FastPose-ViT: Pretrained Weights
Pretrained weights for FastPose-ViT, a Vision Transformer pipeline for real-time 6D spacecraft pose estimation.
Available Weights
All models are trained on the SPEED dataset.
| File | Model | Task | Input Resolution |
|---|---|---|---|
vit_b_16_384.pth |
ViT-B/16-384 | Pose estimation (6D) | 384x384 |
vit_b_16.pth |
ViT-B/16 | Pose estimation (6D) | 224x224 |
small.pth |
LW-DETR Small | Object detection (bbox) | 512x512 |
Usage
- Clone the repository:
git clone https://github.com/PierreAncey/FastPose-ViT.git
cd FastPose-ViT
Download weights and place them in a
weights/directory.Run evaluation on the SPEED dataset:
DATASET=SPEED_FIXED && \
python3 src/evaluate.py \
--model_weights weights/vit_b_16_384.pth \
--rotation_format matrix \
--num_hidden_layers 0 \
--hidden_layer_dim 0 \
--nb_class_tokens 1 \
--batch_size 8 \
--vit_model vit_b_16_384 \
--dataset SPEED \
--dataset_root_dir $DATASET \
--num_workers 8 \
--merge_outputs \
--no_mlp
- Run the object detector:
DATASET=SPEED_FIXED && \
python3 object_detector/evaluate.py \
--dataset_root_dir $DATASET \
--model_variant small \
--model_weights weights/small.pth
Model Details
- Pose estimator: ViT backbone with direct 6D pose regression (rotation matrix + translation vector). Uses 6D continuous rotation representation with Gram-Schmidt orthogonalization.
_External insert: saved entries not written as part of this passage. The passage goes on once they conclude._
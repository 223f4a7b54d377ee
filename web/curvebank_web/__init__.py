"""The local web app of curvebank."""
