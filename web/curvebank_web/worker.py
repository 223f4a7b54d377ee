"""One worker process: takes tasks from a pipe, reports progress, stops when told or when the server is gone.

A task is ``(name, arguments)``; the answers are ``("progress", share, text)`` and in the end one of ``("done", value)``,
``("failed", {code, message, path})`` or ``("cancelled",)``. Anything the server sends during a task means: stop.
"""

import os
import signal
import time
import traceback
from collections.abc import Callable
from multiprocessing.connection import Connection
from typing import Any

from curvebank.errors import Cancelled, CurvebankError

ONE_THREAD = ("OPENBLAS_NUM_THREADS", "OMP_NUM_THREADS", "MKL_NUM_THREADS")
"""Linear algebra on one thread: repeats to the bit, and small matrices gain nothing from more. Read when numpy is first imported."""
REPORT_S = 0.1
"""Progress is sent at most this often."""


def one_thread() -> None:
    """Ask numpy, in this process if it is not loaded yet and in the ones it starts, for one thread. What the user set stays."""
    for name in ONE_THREAD:
        os.environ.setdefault(name, "1")


class Reporter:
    """The ``progress(share, text)`` callback of a task; raises ``Cancelled`` when the server said stop or went away."""

    def __init__(self, pipe: Connection) -> None:
        self.pipe = pipe
        self.last = 0.0

    def __call__(self, share: float, text: str = "") -> None:
        if self.pipe.poll():
            try:
                self.pipe.recv()
            except (EOFError, OSError):
                raise SystemExit(0) from None
            raise Cancelled("Stopped. What was done before is kept.")
        now = time.monotonic()
        if now - self.last >= REPORT_S:
            self.last = now
            self.pipe.send(("progress", float(share), str(text)))


def main(pipe: Connection, tasks: str) -> None:
    """Serve tasks until the pipe closes. ``tasks`` is the module that holds the task functions."""
    signal.signal(signal.SIGINT, signal.SIG_IGN)  # the server decides when work stops
    functions = _load(tasks)
    pipe.send(("ready",))
    while True:
        try:
            message = pipe.recv()
        except (EOFError, OSError):  # the server is gone
            return
        if message[0] != "task":  # a stop that came after the task had ended
            continue
        pipe.send(_perform(functions, message[1], message[2], Reporter(pipe)))


def _load(tasks: str) -> dict[str, Callable[..., Any]]:
    import importlib

    return importlib.import_module(tasks).TASKS


def _perform(functions: dict[str, Callable[..., Any]], name: str, arguments: dict[str, Any], progress: Reporter) -> tuple[Any, ...]:
    try:
        return ("done", functions[name](**arguments, progress=progress))
    except Cancelled:
        return ("cancelled",)
    except CurvebankError as error:
        return ("failed", error.to_dict())
    except MemoryError:
        message = "There is not enough memory for this sheet. Close other programs, or scan at a lower resolution."
        return ("failed", {"code": "memory", "message": message, "path": None})
    except Exception:
        traceback.print_exc()
        message = "This is a fault of the program. What was kept before is safe. The server's output has the details."
        return ("failed", {"code": "internal", "message": message, "path": None})
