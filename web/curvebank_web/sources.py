"""Where a sheet's file comes from: parked on the desk, or stored in the bank with a revision."""

import sqlite3
from contextlib import closing
from pathlib import Path
from typing import Any

from . import desk_file, desk_sheets


def from_bank(bank: Path, sha256: str) -> bytes | None:
    """The bytes of a sheet that a stored revision came from, or None."""
    row = _bank_row(bank, "SELECT bytes FROM blob WHERE sha256 = ? AND kind = 'sheet'", sha256)
    return row[0] if row else None


def describe_in_bank(bank: Path, sha256: str) -> dict[str, Any] | None:
    """``{sha256, file_name, media, pages}`` of a stored sheet, or None."""
    row = _bank_row(bank, "SELECT sha256, file_name, media, pages FROM sheet WHERE sha256 = ?", sha256)
    return dict(zip(("sha256", "file_name", "media", "pages"), row, strict=True)) if row else None


def _bank_row(bank: Path, sql: str, sha256: str) -> Any:
    if not bank.exists():
        return None
    with closing(sqlite3.connect(f"{bank.absolute().as_uri()}?mode=ro", uri=True, timeout=30)) as db:
        return db.execute(sql, (sha256,)).fetchone()


def sheet_bytes(desk: Path, bank: Path, sha256: str) -> bytes | None:
    """The file of a sheet, from the desk or else from the bank; None where neither has it. Usable from any thread or process."""
    with closing(desk_file.connect(desk)) as db:
        data = desk_sheets.data(db, sha256)
    return data if data is not None else from_bank(bank, sha256)
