"""Assembly of the app: settings, guards, services, blueprints. No view lives here."""

import mimetypes
from typing import Any

from flask import jsonify
from flask_openapi import Info, OpenAPI
from werkzeug.wrappers import Response

from curvebank import __version__

from . import pages, problems, security, services
from .api import BLUEPRINTS
from .api.models import ProblemModel

UPLOAD_LIMIT = 200_000_000


def build(config: dict[str, Any]) -> OpenAPI:
    """See ``curvebank_web.create_app``."""
    mimetypes.add_type("text/javascript", ".js")  # some Windows registries say text/plain, and browsers refuse such modules
    mimetypes.add_type("image/svg+xml", ".svg")
    app = OpenAPI(
        "curvebank_web",
        info=Info(
            title="Curvebank", version=__version__, description="The local web app's interface. Every error is RFC 9457 problem details."
        ),
        doc_ui=False,
        validation_error_model=ProblemModel,
        validation_error_callback=problems.refuse_invalid,
    )
    app.config.from_mapping({"MAX_CONTENT_LENGTH": UPLOAD_LIMIT, "MAX_FORM_PARTS": 20, **config})
    app.url_map.strict_slashes = False
    problems.register(app)
    security.register(app)
    services.start(app)
    for blueprint in BLUEPRINTS:
        app.register_api(blueprint)
    app.register_blueprint(pages.blueprint)

    @app.get("/api/openapi.json", doc_ui=False)
    def openapi() -> Response:
        return jsonify(openapi_document(app))

    @app.get("/healthz", doc_ui=False)
    def health() -> Response:
        return jsonify({"ok": True, "version": __version__})

    return app


def openapi_document(app: OpenAPI) -> dict[str, Any]:
    """The OpenAPI document, with errors declared as what they are: one problem object, of one media type."""
    document = app.api_doc
    schema = {"$ref": "#/components/schemas/ProblemModel"}
    for path in document["paths"].values():
        for operation in path.values():
            operation["responses"].pop("422", None)
            operation["responses"]["default"] = {
                "description": "What went wrong (RFC 9457)",
                "content": {problems.MEDIA_TYPE: {"schema": schema}},
            }
    return document
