"""Sheets parked on the desk until a draft that uses them is saved into the bank."""

import hashlib
import sqlite3
from typing import Any

from .desk_file import now, transaction


def add(db: sqlite3.Connection, data: bytes, *, file_name: str, media: str, pages: int) -> str:
    """Park a sheet's file and return its SHA-256. The same bytes again change nothing."""
    sha = hashlib.sha256(data).hexdigest()
    with transaction(db):
        db.execute(
            "INSERT INTO sheet (sha256, file_name, media, pages, bytes, added_at) VALUES (?, ?, ?, ?, ?, ?) ON CONFLICT DO NOTHING",
            (sha, file_name, media, pages, data, now()),
        )
    return sha


def data(db: sqlite3.Connection, sha256: str) -> bytes | None:
    """The bytes of a parked sheet, or None."""
    row = db.execute("SELECT bytes FROM sheet WHERE sha256 = ?", (sha256,)).fetchone()
    return row["bytes"] if row else None


def describe(db: sqlite3.Connection, sha256: str) -> dict[str, Any] | None:
    """``{sha256, file_name, media, pages}`` of a parked sheet, or None."""
    row = db.execute("SELECT sha256, file_name, media, pages FROM sheet WHERE sha256 = ?", (sha256,)).fetchone()
    return dict(row) if row else None
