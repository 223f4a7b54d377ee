"""What a new draft begins with."""

import json
from typing import Any

from curvebank.bank import catalogue, revision_view
from curvebank.errors import NotFound

from . import desk_sheets, sources
from .api.models import NewDraft
from .bank_access import reading
from .problems import Problem
from .services import desk_db, services

Origin = tuple[str, int] | None


def starting_point(body: NewDraft) -> tuple[dict[str, Any], str, Origin]:
    """Document, label of the first step, and the (key, revision) it came from, if any."""
    if body.sheet is not None:
        return _from_sheet(body), "Laid the sheet on the desk", None
    if body.from_pump is not None:
        return _from_pump(body)
    return _from_doc(body), "Opened a recipe", None


def _known_sheet(sha256: str) -> dict[str, Any]:
    known = desk_sheets.describe(desk_db(), sha256) or sources.describe_in_bank(services().bank, sha256)
    if known is None:
        raise Problem(404, "no-such-sheet", "The sheet is not here", "Neither the desk nor the bank holds this sheet. Add its file first.")
    return known


def _from_sheet(body: NewDraft) -> dict[str, Any]:
    assert body.sheet is not None
    known = _known_sheet(body.sheet.sha256)
    sheet = {
        "file": body.sheet.file or known["file_name"],
        "page": body.sheet.page,
        "dpi": body.sheet.dpi,
        "turn": body.sheet.turn,
        "sha256": body.sheet.sha256,
    }
    return {"recipe": 1, "sheet": sheet, "pump": {"maker": "", "model": "", "stages": 1}, "panels": [], "curves": []}


def _from_pump(body: NewDraft) -> tuple[dict[str, Any], str, Origin]:
    assert body.from_pump is not None
    with reading(services().bank) as bank:
        key = bank.resolve(body.from_pump)[1]
        number = body.revision or catalogue.pump_detail(bank, key)["revisions"][-1]["number"]
        made_from = revision_view.recipes(bank, key, number)
    doc = _recipe_of(made_from, body.sheet_sha256)
    if doc is None:
        raise NotFound(f"Revision {number} of {key} was not made from that sheet.", code="not-found")
    return doc, f"Took revision {number} of {key} back to the desk", (key, number)


def _recipe_of(made_from: list[dict[str, Any]], sheet_sha256: str | None) -> dict[str, Any] | None:
    """The recipe document of the sheet named, else of the first; it names its sheet by SHA-256. None where no recipe is of that sheet."""
    for source in made_from:
        if sheet_sha256 is None or source["sheet_sha256"] == sheet_sha256:
            doc: dict[str, Any] = json.loads(source["recipe"])
            if source["sheet_sha256"]:
                doc["sheet"] = {**doc.get("sheet", {}), "sha256": source["sheet_sha256"]}
            return doc
    return None


def _from_doc(body: NewDraft) -> dict[str, Any]:
    doc = dict(body.doc or {})
    if body.sheet_sha256 is not None:
        known = _known_sheet(body.sheet_sha256)
        stated = doc.get("sheet") if isinstance(doc.get("sheet"), dict) else {}
        doc["sheet"] = {"file": known["file_name"], "page": 1, **(stated or {}), "sha256": body.sheet_sha256}
    return doc
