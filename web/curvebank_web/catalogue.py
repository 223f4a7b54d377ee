"""The catalogue: pumps of a bank by name, page by page, with what a list or a map shows of each."""

from typing import Any

from curvebank.errors import CurvebankError

SHOWN_SQL = """
SELECT pump.key, maker.name, pump.model, revision_state.state, revision.number
FROM pump JOIN maker ON maker.id = maker_id
  JOIN revision ON revision.id = coalesce((SELECT revision_id FROM release_span WHERE pump_id = pump.id AND valid_to IS NULL),
    (SELECT id FROM revision AS last WHERE last.pump_id = pump.id ORDER BY number DESC LIMIT 1))
  JOIN revision_state ON revision_state.revision_id = revision.id
WHERE pump.key > :after AND (:state IS NULL OR revision_state.state = :state)
  AND (:q = '' OR pump.key LIKE :q ESCAPE '\\' OR maker.name || ' ' || pump.model LIKE :q ESCAPE '\\')
ORDER BY pump.key LIMIT :limit
"""
"""The revision shown is the released one, or the latest where none is released."""


def listing(bank: Any, *, q: str = "", state: str | None = None, after: str = "", limit: int = 50) -> dict[str, Any]:
    """``{items, next}``: pumps whose key, maker or model holds ``q``, by key; ``next`` is the cursor of the following page or None."""
    like = "%" + q.strip().replace("\\", "\\\\").replace("%", "\\%").replace("_", "\\_") + "%" if q.strip() else ""
    rows = bank.query(SHOWN_SQL, {"after": after, "state": state, "q": like, "limit": limit + 1})
    items = [_item(bank, *row) for row in rows[:limit]]
    return {"items": items, "next": rows[limit - 1][0] if len(rows) > limit else None}


def _item(bank: Any, key: str, maker: str, model: str, state: str, number: int) -> dict[str, Any]:
    pump = open_pump(bank, key, number)
    counts = dict.fromkeys(("error", "warning", "note"), 0)
    for finding in pump.findings:
        counts[finding["severity"]] += 1
    return {
        "key": key,
        "maker": maker,
        "model": model,
        "state": state,
        "revision": number,
        "stages": pump.stages,
        "rated_rpm": pump.rated_rpm,
        "diameters_mm": list(pump.diameters_mm),
        "quantities": list(pump.quantities),
        "bep": best_point(pump),
        "findings": counts,
    }


def best_point(pump: Any) -> dict[str, Any] | None:
    """The best-efficiency point of the largest diameter, or None where efficiency or head is not known."""
    try:
        bep = pump.bep()
    except CurvebankError:
        return None
    return bep._asdict() if bep is not None else None


def open_pump(bank: Any, key: str, number: int) -> Any:
    """A revision of any state. A withdrawn one warns scripts; here its state is shown instead."""
    import warnings

    from curvebank.errors import WithdrawnWarning

    with warnings.catch_warnings():
        warnings.simplefilter("ignore", WithdrawnWarning)
        return bank.pump(key, revision=number)


def history(bank: Any, key: str) -> dict[str, Any]:
    """One pump with its revisions and events, oldest first."""
    pump_id, key = bank.resolve(key)
    (maker, model, stages) = bank.query(
        "SELECT maker.name, model, stages FROM pump JOIN maker ON maker.id = maker_id WHERE pump.id = ?", (pump_id,)
    )[0]
    revisions = bank.query(
        "SELECT revision.number, state, revision.saved_at, revision.who, revision.why, parent.number FROM revision"
        " JOIN revision_state AS now ON now.revision_id = revision.id"
        " LEFT JOIN revision AS parent ON parent.id = revision.parent_id WHERE revision.pump_id = ? ORDER BY revision.number",
        (pump_id,),
    )
    events = bank.query(
        "SELECT seq, event.at, event.kind, number, event.who, event.why FROM event LEFT JOIN revision ON revision.id = revision_id"
        " WHERE event.pump_id = ? ORDER BY seq",
        (pump_id,),
    )
    listed = [dict(zip(("number", "state", "saved_at", "who", "why", "parent"), row, strict=True)) for row in revisions]
    return {
        "key": key,
        "maker": maker,
        "model": model,
        "stages": stages,
        "revisions": listed,
        "released": next((r["number"] for r in listed if r["state"] == "released"), None),
        "events": [dict(zip(("seq", "at", "kind", "revision", "who", "why"), row, strict=True)) for row in events],
    }
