"""The job registry: long work in spawned worker processes, polled by the browser, stoppable.

Each worker process has one thread here that feeds it and listens. A worker that dies, or does not stop within a grace
time, is replaced; its job ends as failed or cancelled and no other job notices.
"""

import heapq
import itertools
import multiprocessing
import secrets
import threading
import time
from collections.abc import Callable
from dataclasses import dataclass, field
from typing import Any, Literal

from . import worker

State = Literal["queued", "running", "done", "failed", "cancelled"]
GRACE_S = 5.0
"""How long a worker may take to notice a stop before it is ended."""
KEPT = 200
"""Finished jobs remembered for clients that still poll."""


@dataclass(eq=False)
class Job:
    """One piece of long work. ``key`` names what it makes, so that asking twice does the work once."""

    kind: str
    arguments: dict[str, Any]
    key: str
    text: str = "Waiting"
    id: str = field(default_factory=lambda: secrets.token_hex(8))
    state: State = "queued"
    share: float = 0.0
    result_url: str | None = None
    error: dict[str, Any] | None = None
    on_done: Callable[["Job", Any], None] | None = None
    stop: threading.Event = field(default_factory=threading.Event)

    @property
    def ended(self) -> bool:
        """True once nothing more will happen."""
        return self.state in ("done", "failed", "cancelled")


class Registry:
    """All jobs of one server, and the threads and processes that work on them."""

    def __init__(self, workers: int = 1, *, tasks: str = "curvebank_web.work", grace_s: float = GRACE_S) -> None:
        self.tasks, self.grace_s = tasks, grace_s
        self._jobs: dict[str, Job] = {}
        self._queue: list[tuple[int, int, Job]] = []
        self._order = itertools.count()
        self._changed = threading.Condition()
        self._closing = False
        self._threads = [threading.Thread(target=self._serve, name=f"jobs-{n}", daemon=True) for n in range(workers)]
        self._started = False

    def start(self) -> None:
        """Start the workers; done on the first job, or early so that the first job need not wait for imports."""
        with self._changed:
            if not self._started:
                self._started = True
                for thread in self._threads:
                    thread.start()

    def submit(
        self, kind: str, key: str, arguments: dict[str, Any], *, first: bool = False, on_done: Callable[[Job, Any], None] | None = None
    ) -> Job:
        """Queue work, or return the job that already does it. ``first`` puts it before ordinary work."""
        self.start()
        with self._changed:
            live = next((j for j in self._jobs.values() if j.key == key and not j.ended and not j.stop.is_set()), None)
            if live:
                return live
            job = Job(kind=kind, arguments=arguments, key=key, on_done=on_done)
            self._jobs[job.id] = job
            heapq.heappush(self._queue, (0 if first else 1, next(self._order), job))
            self._forget()
            self._changed.notify_all()
        return job

    def get(self, job_id: str) -> Job | None:
        """A job by its id, or None."""
        return self._jobs.get(job_id)

    def place(self, job: Job) -> int:
        """1 for the next in line, 0 for a job that is not waiting."""
        with self._changed:
            waiting = [j for _, _, j in sorted(self._queue, key=lambda item: item[:2]) if not j.ended]
        return waiting.index(job) + 1 if job in waiting else 0

    def cancel(self, job: Job) -> None:
        """Ask a job to stop; a waiting one ends at once."""
        with self._changed:
            job.stop.set()
            if job.state == "queued":
                job.state, job.text = "cancelled", "Stopped"
            elif job.state == "running":
                job.text = "Stopping"
            self._changed.notify_all()

    def wait(self, job: Job, timeout_s: float) -> bool:
        """Wait until a job has ended; False when the time is over."""
        with self._changed:
            return self._changed.wait_for(lambda: job.ended, timeout_s)

    def close(self) -> None:
        """Stop everything and end the worker processes."""
        with self._changed:
            self._closing = True
            for job in self._jobs.values():
                job.stop.set()
                if job.state == "queued":
                    job.state = "cancelled"
            self._changed.notify_all()
            started = self._started
        if started:
            for thread in self._threads:
                thread.join(timeout=10)

    def _forget(self) -> None:
        ended = [j.id for j in self._jobs.values() if j.ended]
        for job_id in ended[: max(0, len(ended) - KEPT)]:
            del self._jobs[job_id]

    def _next(self) -> Job | None:
        with self._changed:
            while not self._closing:
                while self._queue:
                    job = heapq.heappop(self._queue)[2]
                    if not job.ended:
                        job.state, job.text = "running", "Starting"
                        self._changed.notify_all()
                        return job
                self._changed.wait()
        return None

    def _serve(self) -> None:
        process = _Process(self.tasks)
        try:
            while (job := self._next()) is not None:
                if not process.alive():
                    process.end()
                    process = _Process(self.tasks)
                outcome = self._perform(process, job)
                self._finish(job, outcome)
        finally:
            process.end()

    def _perform(self, process: "_Process", job: Job) -> tuple[Any, ...]:
        """Feed one job to the worker and follow it to its end."""
        told: float | None = None
        try:
            process.send(("task", job.kind, job.arguments))
            while True:
                if process.pipe.poll(0.05):
                    message = process.pipe.recv()
                    if message[0] == "progress":
                        job.share = min(max(message[1], job.share), 1.0)
                        job.text = job.text if job.stop.is_set() else message[2]
                    elif message[0] != "ready":
                        return message
                if job.stop.is_set():
                    if told is None:
                        told = time.monotonic()
                        process.send(("stop",))
                    elif time.monotonic() - told > (0.5 if self._closing else self.grace_s):
                        process.end()
                        return ("cancelled",)
        except (EOFError, OSError):
            process.end()
            if job.stop.is_set():
                return ("cancelled",)
            message = "The worker process ended, perhaps for want of memory. Nothing that was kept is lost. Run it again, or scan coarser."
            return ("failed", {"code": "worker-died", "message": message, "path": None})

    def _finish(self, job: Job, outcome: tuple[Any, ...]) -> None:
        state: State = outcome[0]
        if state == "done" and job.on_done is not None:
            try:
                job.on_done(job, outcome[1])
            except Exception as error:
                state, outcome = (
                    "failed",
                    ("failed", {"code": "not-kept", "message": f"The result could not be kept: {error}.", "path": None}),
                )
        with self._changed:
            job.arguments = {}
            if state == "done":
                job.share, job.text = 1.0, "Done"
            elif state == "cancelled":
                job.text = "Stopped"
            else:
                job.text, job.error = "Failed", outcome[1]
            job.state = state
            self._changed.notify_all()


class _Process:
    """A spawned worker and its pipe. Spawned, not forked: this process has threads."""

    def __init__(self, tasks: str) -> None:
        worker.one_thread()
        context = multiprocessing.get_context("spawn")
        self.pipe, theirs = context.Pipe()
        self.process = context.Process(target=worker.main, args=(theirs, tasks), name="curvebank-worker", daemon=True)
        self.process.start()
        theirs.close()

    def alive(self) -> bool:
        return not self.pipe.closed and self.process.is_alive()

    def send(self, message: tuple[Any, ...]) -> None:
        self.pipe.send(message)

    def end(self) -> None:
        """End the process: an idle one leaves by itself when its pipe closes, a busy one is killed."""
        if self.pipe.closed:
            return
        self.pipe.close()
        self.process.join(timeout=0.5)
        if self.process.is_alive():
            self.process.kill()
            self.process.join()
        self.process.close()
- Object detector: LW-DETR (Lightweight DETR) fine-tuned from COCO-pretrained weights for single-class spacecraft detection. Provides bounding boxes as preprocessing for the pose estimator.
Citation
@InProceedings{Ancey_2026_WACV,
author = {Ancey, Pierre and Price, Andrew and Javed, Saqib and Salzmann, Mathieu},
title = {FastPose-ViT: A Vision Transformer for Real-Time Spacecraft Pose Estimation},
booktitle = {Proceedings of the IEEE/CVF Winter Conference on Applications of Computer Vision (WACV)},
month = {March},
year = {2026},
pages = {7873-7882}
}
License
MIT License. See the repository for details.